§ Exercise objective: From the listing below, copy every line with the word "projectSample".

═══ Excerpted records ═══

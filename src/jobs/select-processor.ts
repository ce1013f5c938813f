import { existsSync } from 'node:fs';
import { rm } from 'node:fs/promises';
import { join } from 'node:path';
import { projectSample } from '../report/report-data.js';
import { createBackend } from '../compute/create-backend.js';
import { decodeCheckpoint, encodeCheckpoint } from '../core/checkpoint.js';
import { parseSelectOptions } from '../core/options.js';
import type { RowSource } from '../core/rows.js';
import type { SpaceRecipe } from '../core/space.js';
import { select } from '../core/select.js';
import { openDataset } from '../data/dataset-store.js';
import { itemLookup } from '../data/stored-dataset.js';
import { closeRows, openRows } from '../data/file-rows.js';
import { labelCodes } from '../data/label-codes.js';
import { encodeAssignments } from './assignments.js';
import type { ProcessorContext } from './processor.js';
import { EmbeddingCache } from './embedding-cache.js';
import { ensureEmbedding, modelForJob } from './embedding-step.js';
import { resultDocument, resultSummary, rowsNamed, type ResultDocument } from './result-document.js';
import { resolveFixed, resolvePrevious, type GivenSource } from './given-vectors.js';
import { shardedPasses, type PassRecord, type PassSource } from './pass-shards.js';
import type { SelectSpec } from './task.js';

/**
 * Runs one selection on a stored dataset. Every `checkpointEveryMs` the descent's state goes to
 * checkpoint.json; a later attempt (after a crash, a killed worker or a shutdown) continues from it
 * and returns what an uninterrupted run would have. Writes result.json and assignments.bin.
 */
export async function selectProcessor(ctx: ProcessorContext): Promise<void> {
  const { store, ref } = ctx;
  const spec = await store.readSpec<SelectSpec>(ref);
  const options = parseSelectOptions(spec.options);
  const dataset = openDataset(store.storeDir(ref.tenant), spec.datasetId);
  const { meta } = dataset;
  // Every id and label only when labels or named items need them; otherwise the result reads just
  // the ids of the rows it names (a million ids held through the selection cost ~80 MB of heap).
  const items = meta.hasLabels || spec.fixed || spec.previous ? await dataset.readItems() : null;
  /**
   * The job's rows in its source space: in memory when they fit the memory budget, else read from
   * the file on demand. Loaded again for a second run (select() transforms rows in memory in place).
   */
  let loadRows: () => Promise<RowSource>;
  const opened: RowSource[] = [];
  const budget = ctx.memoryBudgetBytes;
  let embedding: ResultDocument['embedding'];
  if (spec.embedding) {
    // The embedding first (from the cache, the job's shard tasks, or computed here), then the
    // selection runs on the embedded vectors in the job's space.
    const started = performance.now();
    const cache = new EmbeddingCache(join(store.embeddingsDir(ref.tenant, spec.datasetId), spec.embedding.cacheKey));
    const thumbs = join(dataset.dir, 'thumbs');
    const { meta: em, computedRows } = await ensureEmbedding(ctx, cache, thumbs, spec.embedding, meta.rows, (f) => ctx.onProgress({ phase: 'embed', fraction: 0.3 * f }));
    loadRows = async () => track(openRows(cache.matrixPath, em.rows, em.dim, budget));
    embedding = { model: em.model, modelSha256: em.modelSha256, normalize: em.normalize, dims: em.dim, computedRowsInThisTask: computedRows, seconds: (performance.now() - started) / 1000 };
  } else {
    loadRows = async () => track(dataset.rowSource(budget));
  }
  function track(rows: RowSource): RowSource {
    opened.push(rows);
    return rows;
  }
  // A pass an earlier attempt left behind is of no use (its points were that attempt's).
  await rm(join(store.dir(ref), 'passes'), { recursive: true, force: true });
  const rows = await loadRows();
  // Full passes over more than one shard's rows are shared with other workers when there are any.
  const passRecords: PassRecord[] = [];
  const passSource: PassSource = spec.embedding ? { kind: 'embedding', datasetId: spec.datasetId, cacheKey: spec.embedding.cacheKey } : { kind: 'dataset', datasetId: spec.datasetId };
  const passes =
    ctx.spawn && ctx.passShardRows > 0
      ? (recipe: SpaceRecipe) => shardedPasses({ store, parent: ref, source: passSource, recipe, shardRows: ctx.passShardRows, spawn: ctx.spawn!, withdraw: ctx.withdraw, signal: ctx.signal, onPass: (r) => passRecords.push(r) })
      : undefined;
  try {
    const labels = items && meta.hasLabels ? labelCodes(items.labels) : null;

    // Items the job names, gathered before the selection transforms the rows in place.
    const given: GivenSource = { ctx, datasetId: spec.datasetId, rows, ids: items?.ids ?? [], model: spec.embedding ? await modelForJob(ctx.modelsDir, spec.embedding) : null };
    const fixed = spec.fixed ? await resolveFixed(given, spec.fixed) : null;
    const previous = spec.previous ? await resolvePrevious(given, spec.previous) : null;
    const f = fixed?.ids.length ?? 0;

    const saved = await store.readOptional(ref, 'checkpoint.json');
    // The checkpoint holds k + f points (the fixed ones never move), in the selection space.
    const resume = saved ? decodeCheckpoint(saved, options.k + f) : null;

    // Rows read from their file mean memory is tight: no ORT arenas holding each graph's peak buffers.
  const backend = await createBackend('onnx', { ...(ctx.computeThreads > 0 ? { threads: ctx.computeThreads } : {}), memoryArena: rows.resident });
    try {
      let assignments: Buffer | null = null;
      const result = await select(rows, spec.options, {
        backend,
        labels,
        signal: ctx.signal,
        sourceIsScratch: true,
        memoryBudgetBytes: budget,
        fixed: fixed?.items,
        previous: previous?.previous,
        // With an embedding, the selection's own progress fills the last 70% (60%, and then the
        // unconstrained comparison run 10%, for a stable re-selection).
        onProgress: (p) => ctx.onProgress({ ...p, fraction: (spec.embedding ? 0.3 : 0) + (previous ? 0.85 : 1) * (spec.embedding ? 0.7 : 1) * p.fraction }),
        checkpoint: {
          everyMs: ctx.checkpointEveryMs,
          resume,
          save: (cp) => store.writeAtomic(ref, 'checkpoint.json', encodeCheckpoint(cp)),
        },
        onAssignments: (rank, distance) => {
          assignments = encodeAssignments(rank, distance);
        },
        passes,
      });
      if (!assignments) throw new Error('the selection reported no assignments');
      await store.writeAtomic(ref, 'assignments.bin', assignments);
      let stabilityCost: ResultDocument['stabilityCost'];
      if (previous) {
        // What stability costs: the same selection without the earlier set (same seed, same fixed items).
        // The first run transformed `rows` in place, so the comparison reads them again rather than
        // keeping a second copy in memory during the first run.
        const plain = await select(await loadRows(), spec.options, { backend, signal: ctx.signal, sourceIsScratch: true, memoryBudgetBytes: budget, fixed: fixed?.items, passes });
        const value = result.discrepancy.value;
        stabilityCost = { previousJobId: previous.jobId, droppedPrevious: previous.dropped, unconstrainedD2: plain.discrepancy.value, ratio: plain.discrepancy.value > 0 ? value / plain.discrepancy.value : null };
      }
      const doc: ResultDocument = {
        ...resultDocument(result, items ? itemLookup(items) : await dataset.readItemsAt(rowsNamed(result)), meta, { id: spec.datasetId, source: meta.sourceName }, fixed ? { ids: fixed.ids, datasetId: spec.fixed!.datasetId } : null),
        ...(embedding ? { embedding } : {}),
        ...(stabilityCost ? { stabilityCost } : {}),
      };
      // The report page's map of a vector dataset: a projection of a row sample on its first two
      // principal axes, computed here rather than on the API's event loop.
      if (!existsSync(join(dataset.dir, 'thumbs')) && !spec.embedding) {
        await store.writeAtomic(ref, 'projection.json', JSON.stringify(await projectSample(dataset, doc)));
      }
      if (passRecords.length) await store.writeAtomic(ref, 'passes.json', JSON.stringify(passRecords) + '\n');
      await store.writeAtomic(ref, 'summary.json', JSON.stringify(resultSummary(doc)) + '\n');
      await store.writeAtomic(ref, 'result.json', JSON.stringify(doc) + '\n');
      await store.removeFile(ref, 'checkpoint.json');
    } finally {
      await backend.dispose();
    }
  } finally {
    opened.forEach(closeRows);
  }
}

═══

§ Result below:
import { projectSample } from '../report/report-data.js';
        await store.writeAtomic(ref, 'projection.json', JSON.stringify(await projectSample(dataset, doc)));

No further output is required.